# 24", 25" oder 27" zum zocken?



## Booogeyman (29. November 2011)

Hallo zusammen,
ich würde gerne von nem 22" Monitor umsteigen auf einen etwas größeren.
Der Abstand ist leider auf ca. 55-60 cm zum Monitor beschränkt. Was denkt ihr, welche Größe da passen würde ohne dass es zu anstrengend für die Augen wird?
Der Monitor wird zu 70% zum zocken benutzt. Denkt ihr 27" ist zu gross?
Gibt es noch was zu beachten bei der Auswahl? LED oder LCD z.b.?
Gruss


----------



## Painkiller (29. November 2011)

Ich würde einen 24" empfehlen. Wieviel willst du denn ausgeben?


----------



## FreaksLikeMe (29. November 2011)

Würde auch 24" empfehlen. Auf die kurze Distanz machst du dir mit einen 27"er nur die Augen kaputt und der Monitor ist/wirkt zu groß.


----------



## Superwip (29. November 2011)

Ich würde dir einen 61cm/24 Zoll Monitor empfehlen; da gibt es viel Auswahl, relativ niedrige Preise und die Größe passt bei dem Abstand perfekt



> Der Abstand ist leider auf ca. 55-60 cm zum Monitor beschränkt



Leider würde ich nicht sagen, mehr Abstand nur um einen größeren Monitor zu rechtfertigen halte ich für die falsche Einstellung 



> Gibt es noch was zu beachten bei der Auswahl? LED oder LCD z.b.?

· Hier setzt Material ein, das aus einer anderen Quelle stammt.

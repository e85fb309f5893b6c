import type { HostServices } from '@shared/host/contract';
import type { HostEnvironment } from './ports';
import { demoOverview } from './demo-overview';

/** All host calls, as plain async functions over the environment's ports. */
export function createHostServices(env: HostEnvironment): HostServices {
  return {
    'app:info': async () => ({ name: env.appName, version: env.appVersion, platform: env.platform }),
    'demo:overview': async () => demoOverview(),
    'dialog:choose-open': async ({ title, extensions }) => ({ path: await env.dialogs.chooseOpen(title, extensions) }),
    'dialog:choose-save': async ({ title, defaultName, extensions }) => ({
      path: await env.dialogs.chooseSave(title, defaultName, extensions),
    }),
    'file:reveal': async ({ path }) => ({ ok: await env.shell.reveal(path) }),
  };
}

Wenn du die finanziellen Möglichkeiten hast einen bzw. _den_ (O)LED Monitor in der Größe zu kaufen würde ich dir den OLED Monitor empfehlen, praktisch 0 Reaktionszeit und Inputlag sowie extrem gute Kontraste und eine praktisch perfekte Farbwiedergabe sprechen klar dafür

Wenn du eigentlich gemeint hast: "LCD mit LED oder CCFL Hintergrundbeleuchtung" würde ich weniger Wert darauf legen; der einzige Vorteil einer konventionellen LED Hintergrundbeleuchtung ist ein etwas geringerer Stromverbrauch, dafür verschlechtert sich sogar meist die Farbwiedergabe. Ein Sonderfall ist die RGB-LED Hintergrundbeleuchtung einiger High-End Monitore, die für einen erweiterten Farbraum sorgt; zum Zocken rechnet sich das aber meiner Meinung nach aber keinesfalls, diese Monitore sind auch nicht zum Spielen gebaut, was sich u.A. bei der Reaktionszeit bemerkbar macht, ich würde auch hier davon abraten


----------



## ITpassion-de (29. November 2011)

Ich kann aus Erfahrung nur sagen: "Bigger is better".
Insofern ganz klar der 27"er. Und für einen halbwegs brauchbaren Spielemonitor mit 27" und LEB Backlight zahlt man keine 300,- Euro.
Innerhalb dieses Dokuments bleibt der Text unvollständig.